Eight sections of this book span fundamental issues of knowledge discovery, classification and clustering, trend and deviation analysis, dependency derivation, integrated discovery systems, augumented database systems and application case studies. The appendices provide a list of terms used in the literature of the field of data mining and knowledge discovery in databases, and a list of online resources for the KDD researcher.

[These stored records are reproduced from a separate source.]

// Verify re-derives the layout from l's plan and seed (and, for a blind
// layout, its secret) and returns every unit that differs (nil when the
// layout matches): moved, missing, unknown, repeated or spare units.
func Verify(l design.Layout) ([]Difference, error) {
	if l.IsSealed() {
		return nil, fmt.Errorf("the layout is blind: give its key to re-derive it")
	}
	d, err := AssignSecret(l.Plan, l.Secret)
	if err != nil {
		return nil, err
	}
	describe := func(lay design.Layout, u design.Unit) string {
		s := fmt.Sprintf("block %d, position %d, treatment %s", u.Block, u.Position, lay.Plan.Treatments()[u.Treatment].Name)
		if u.Row > 0 {
			s += fmt.Sprintf(", row %d, column %d", u.Row, u.Col)
		}
		if u.Order > 0 {
			s += fmt.Sprintf(", order %d", u.Order)
		}
		if lay.Plan.Blind {
			s += ", code " + lay.Label(u)
		}
		return s
	}
	rec := make(map[string]design.Unit, len(l.Units))
	var diffs []Difference
	for _, u := range l.Units {
		if _, dup := rec[u.ID]; dup {
			diffs = append(diffs, Difference{Unit: u.ID, Recorded: "listed twice", Derived: "once"})
			continue
		}
		rec[u.ID] = u
	}
	for _, u := range d.Units {
		r, ok := rec[u.ID]
		switch {
		case !ok:
			diffs = append(diffs, Difference{Unit: u.ID, Recorded: "missing", Derived: describe(d, u)})
		case r.Treatment < 0 || r.Treatment >= len(l.Plan.Reps):
			diffs = append(diffs, Difference{Unit: u.ID, Recorded: fmt.Sprintf("treatment index %d", r.Treatment), Derived: describe(d, u)})
		case describe(l, r) != describe(d, u):
			diffs = append(diffs, Difference{Unit: u.ID, Recorded: describe(l, r), Derived: describe(d, u)})
		}
		delete(rec, u.ID)
	}
	for _, u := range l.Units {
		if r, ok := rec[u.ID]; ok {
			delete(rec, u.ID)
			what := "not in the plan"
			for _, s := range d.Spares {
				if s.ID == u.ID {
					what = "spare (not laid out)"
				}
			}
			rd := "a unit"
			if r.Treatment >= 0 && r.Treatment < len(l.Plan.Reps) {
				rd = describe(l, r)
			}
			diffs = append(diffs, Difference{Unit: u.ID, Recorded: rd, Derived: what})
		}
	}
	return append(diffs, spareDiffs(l.Spares, d.Spares)...), nil
}

// spareDiffs compares recorded and derived spare units.
func spareDiffs(recorded, derived []design.Spare) []Difference {
	var diffs []Difference
	spare := map[string]bool{}
	for _, s := range recorded {
		spare[s.ID] = true
	}
	for _, s := range derived {
		if !spare[s.ID] {
			diffs = append(diffs, Difference{Unit: s.ID, Recorded: "not marked spare", Derived: fmt.Sprintf("spare of block %d", s.Block)})
		}
		delete(spare, s.ID)
	}
	for _, s := range recorded {
		if spare[s.ID] {
			diffs = append(diffs, Difference{Unit: s.ID, Recorded: "marked spare", Derived: "laid out, or not in the plan"})
		}
	}
	return diffs
}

Data Mining Concepts and Techniques

Data Mining  Concepts and Techniques
Author: Jiawei Han,Micheline Kamber,Jian Pei
Publsiher: Elsevier
Total Pages: 740
Release: 2011-06-09
Genre: Computers
ISBN: 9780123814807

Download Data Mining Concepts and Techniques Book in PDF, Epub and Kindle

Data Mining: Concepts and Techniques provides the concepts and techniques in processing gathered data or information, which will be used in various applications. Specifically, it explains data mining and the tools used in discovering knowledge from the collected data. This book is referred as the knowledge discovery from data (KDD). It focuses on the feasibility, usefulness, effectiveness, and scalability of techniques of large data sets. After describing data mining, this edition explains the methods of knowing, preprocessing, processing, and warehousing data. It then presents information about data warehouses, online analytical processing (OLAP), and data cube technology. Then, the methods involved in mining frequent patterns, associations, and correlations for large data sets are described. The book details the methods for data classification and introduces the concepts and methods for data clustering. The remaining chapters discuss the outlier detection and the trends, applications, and research frontiers in data mining. This book is intended for Computer Science students, application developers, business professionals, and researchers who seek information on data mining. Presents dozens of algorithms and implementation examples, all in pseudo-code and suitable for use in real-world, large-scale data mining projects Addresses advanced topics such as mining object-relational databases, spatial databases, multimedia databases, time-series databases, text databases, the World Wide Web, and applications in several fields Provides a comprehensive, practical look at the concepts and techniques you need to get the most out of your data

Knowledge Discovery and Data Mining Challenges and Realities

Knowledge Discovery and Data Mining  Challenges and Realities
Author: Zhu, Xingquan,Davidson, Ian
Publsiher: IGI Global
Total Pages: 290
Release: 2007-04-30
Genre: Computers
ISBN: 9781599042541

Download Knowledge Discovery and Data Mining Challenges and Realities Book in PDF, Epub and Kindle

"This book provides a focal point for research and real-world data mining practitioners that advance knowledge discovery from low-quality data; it presents in-depth experiences and methodologies, providing theoretical and empirical guidance to users who have suffered from underlying low-quality data. Contributions also focus on interdisciplinary collaborations among data quality, data processing, data mining, data privacy, and data sharing"--Provided by publisher.